Dataset entries:
───
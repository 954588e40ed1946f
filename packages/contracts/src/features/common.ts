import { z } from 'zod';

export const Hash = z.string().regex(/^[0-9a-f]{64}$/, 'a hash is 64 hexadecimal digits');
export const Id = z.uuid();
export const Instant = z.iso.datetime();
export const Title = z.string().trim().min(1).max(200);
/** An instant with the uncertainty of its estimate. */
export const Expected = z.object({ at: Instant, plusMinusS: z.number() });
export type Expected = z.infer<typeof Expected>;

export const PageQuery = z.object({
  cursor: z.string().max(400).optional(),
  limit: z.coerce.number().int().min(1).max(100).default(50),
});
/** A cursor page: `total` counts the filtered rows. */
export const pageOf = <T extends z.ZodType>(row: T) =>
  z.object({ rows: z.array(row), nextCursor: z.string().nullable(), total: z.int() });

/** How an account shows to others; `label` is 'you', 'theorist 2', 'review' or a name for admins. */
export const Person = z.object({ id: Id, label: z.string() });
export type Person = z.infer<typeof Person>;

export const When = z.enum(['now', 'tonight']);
───
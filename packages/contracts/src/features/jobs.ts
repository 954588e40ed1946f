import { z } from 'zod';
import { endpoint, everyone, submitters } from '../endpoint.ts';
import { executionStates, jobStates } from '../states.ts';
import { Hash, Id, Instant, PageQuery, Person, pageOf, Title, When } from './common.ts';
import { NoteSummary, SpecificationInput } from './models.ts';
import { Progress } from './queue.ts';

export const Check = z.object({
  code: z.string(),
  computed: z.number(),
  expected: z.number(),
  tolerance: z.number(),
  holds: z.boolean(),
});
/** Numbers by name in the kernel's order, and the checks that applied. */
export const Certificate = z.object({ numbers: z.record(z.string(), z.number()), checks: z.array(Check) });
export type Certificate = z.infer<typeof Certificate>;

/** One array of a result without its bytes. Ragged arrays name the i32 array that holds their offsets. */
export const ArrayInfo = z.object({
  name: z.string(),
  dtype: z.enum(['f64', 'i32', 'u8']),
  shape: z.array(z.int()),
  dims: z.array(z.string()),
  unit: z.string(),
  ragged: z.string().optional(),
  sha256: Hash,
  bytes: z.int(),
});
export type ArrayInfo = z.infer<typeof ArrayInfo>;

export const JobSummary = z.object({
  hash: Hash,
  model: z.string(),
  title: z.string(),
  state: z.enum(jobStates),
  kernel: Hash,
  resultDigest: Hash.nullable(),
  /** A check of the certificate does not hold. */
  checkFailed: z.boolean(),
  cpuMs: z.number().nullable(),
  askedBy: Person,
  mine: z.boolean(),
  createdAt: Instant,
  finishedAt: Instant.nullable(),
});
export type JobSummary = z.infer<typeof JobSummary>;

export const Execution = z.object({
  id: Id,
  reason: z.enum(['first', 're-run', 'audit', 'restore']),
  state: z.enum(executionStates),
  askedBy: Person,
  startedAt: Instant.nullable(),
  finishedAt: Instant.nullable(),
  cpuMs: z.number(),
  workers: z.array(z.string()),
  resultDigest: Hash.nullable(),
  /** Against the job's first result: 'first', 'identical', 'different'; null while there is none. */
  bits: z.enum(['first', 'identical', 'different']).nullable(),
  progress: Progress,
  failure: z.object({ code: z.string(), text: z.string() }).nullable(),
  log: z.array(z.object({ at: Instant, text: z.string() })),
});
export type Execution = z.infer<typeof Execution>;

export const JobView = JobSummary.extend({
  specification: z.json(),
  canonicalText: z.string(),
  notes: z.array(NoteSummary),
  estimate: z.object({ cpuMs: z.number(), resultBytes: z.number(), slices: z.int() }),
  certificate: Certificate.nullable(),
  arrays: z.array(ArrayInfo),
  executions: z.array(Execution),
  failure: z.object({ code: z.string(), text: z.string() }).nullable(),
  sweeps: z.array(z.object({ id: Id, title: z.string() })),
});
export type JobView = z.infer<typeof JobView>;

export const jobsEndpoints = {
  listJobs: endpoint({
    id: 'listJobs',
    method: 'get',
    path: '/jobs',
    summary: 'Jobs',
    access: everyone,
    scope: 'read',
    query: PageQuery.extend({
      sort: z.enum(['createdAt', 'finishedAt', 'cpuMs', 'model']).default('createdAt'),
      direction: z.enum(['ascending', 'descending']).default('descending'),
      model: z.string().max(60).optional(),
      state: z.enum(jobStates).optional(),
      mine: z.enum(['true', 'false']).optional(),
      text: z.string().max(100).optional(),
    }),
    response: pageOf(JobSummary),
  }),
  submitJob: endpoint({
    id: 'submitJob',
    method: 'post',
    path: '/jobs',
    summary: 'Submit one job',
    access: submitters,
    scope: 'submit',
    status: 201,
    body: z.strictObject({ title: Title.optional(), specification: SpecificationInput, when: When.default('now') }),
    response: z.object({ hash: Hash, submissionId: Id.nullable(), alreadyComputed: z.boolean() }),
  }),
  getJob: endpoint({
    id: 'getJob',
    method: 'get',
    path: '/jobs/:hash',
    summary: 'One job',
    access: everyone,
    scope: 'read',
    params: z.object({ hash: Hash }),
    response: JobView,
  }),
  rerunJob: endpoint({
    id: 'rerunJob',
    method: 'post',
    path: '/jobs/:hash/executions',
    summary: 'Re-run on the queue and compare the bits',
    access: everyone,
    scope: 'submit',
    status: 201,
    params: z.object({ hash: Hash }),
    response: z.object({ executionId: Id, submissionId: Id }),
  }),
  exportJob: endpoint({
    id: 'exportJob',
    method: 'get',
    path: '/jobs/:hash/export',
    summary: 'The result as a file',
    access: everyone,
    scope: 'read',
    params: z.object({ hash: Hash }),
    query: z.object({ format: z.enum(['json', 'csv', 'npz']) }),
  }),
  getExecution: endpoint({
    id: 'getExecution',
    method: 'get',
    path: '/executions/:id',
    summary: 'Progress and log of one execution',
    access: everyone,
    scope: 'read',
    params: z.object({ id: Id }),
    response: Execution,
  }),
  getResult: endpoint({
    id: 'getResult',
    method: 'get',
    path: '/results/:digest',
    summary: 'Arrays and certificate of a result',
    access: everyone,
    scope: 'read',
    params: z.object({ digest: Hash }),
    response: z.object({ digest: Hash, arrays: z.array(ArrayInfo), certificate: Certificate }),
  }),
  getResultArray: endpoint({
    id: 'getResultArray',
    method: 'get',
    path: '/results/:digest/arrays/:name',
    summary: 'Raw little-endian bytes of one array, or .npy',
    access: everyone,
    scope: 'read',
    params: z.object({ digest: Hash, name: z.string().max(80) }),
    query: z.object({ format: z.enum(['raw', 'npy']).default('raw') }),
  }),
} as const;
───
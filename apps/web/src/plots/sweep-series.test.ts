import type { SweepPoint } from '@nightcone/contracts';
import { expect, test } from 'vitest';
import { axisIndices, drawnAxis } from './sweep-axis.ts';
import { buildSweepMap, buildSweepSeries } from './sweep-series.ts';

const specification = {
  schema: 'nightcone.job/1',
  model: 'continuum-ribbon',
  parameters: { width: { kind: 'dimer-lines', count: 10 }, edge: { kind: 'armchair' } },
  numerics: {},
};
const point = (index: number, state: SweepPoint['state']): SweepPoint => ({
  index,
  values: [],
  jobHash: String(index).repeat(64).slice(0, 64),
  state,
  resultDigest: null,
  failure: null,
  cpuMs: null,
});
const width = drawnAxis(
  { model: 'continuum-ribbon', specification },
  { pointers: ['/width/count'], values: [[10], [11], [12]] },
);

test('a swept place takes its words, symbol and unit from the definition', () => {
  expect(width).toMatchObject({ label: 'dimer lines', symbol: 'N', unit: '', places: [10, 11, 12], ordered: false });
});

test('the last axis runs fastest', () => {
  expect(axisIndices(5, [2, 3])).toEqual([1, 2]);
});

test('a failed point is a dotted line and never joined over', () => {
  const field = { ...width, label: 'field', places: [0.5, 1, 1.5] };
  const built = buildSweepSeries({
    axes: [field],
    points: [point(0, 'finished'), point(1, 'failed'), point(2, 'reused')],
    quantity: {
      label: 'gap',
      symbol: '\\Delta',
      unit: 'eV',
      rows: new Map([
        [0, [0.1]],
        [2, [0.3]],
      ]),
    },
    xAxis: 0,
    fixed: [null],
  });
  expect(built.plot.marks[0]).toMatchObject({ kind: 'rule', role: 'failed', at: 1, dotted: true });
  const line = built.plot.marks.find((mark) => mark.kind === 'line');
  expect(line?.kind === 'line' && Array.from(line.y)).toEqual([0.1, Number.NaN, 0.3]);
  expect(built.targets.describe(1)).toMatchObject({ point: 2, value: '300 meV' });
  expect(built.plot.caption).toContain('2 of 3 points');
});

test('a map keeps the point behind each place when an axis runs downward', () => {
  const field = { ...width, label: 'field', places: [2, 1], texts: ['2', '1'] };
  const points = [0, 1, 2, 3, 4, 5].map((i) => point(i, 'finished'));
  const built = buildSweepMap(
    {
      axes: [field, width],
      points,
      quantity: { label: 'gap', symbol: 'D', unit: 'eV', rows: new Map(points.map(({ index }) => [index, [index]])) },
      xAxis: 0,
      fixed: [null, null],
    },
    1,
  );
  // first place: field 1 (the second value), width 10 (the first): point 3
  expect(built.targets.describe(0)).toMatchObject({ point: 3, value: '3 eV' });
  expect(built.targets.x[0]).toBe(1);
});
───
Examine the entries and say how many of their lines hold the word "Person". No other words should accompany the number.

**Task result**
5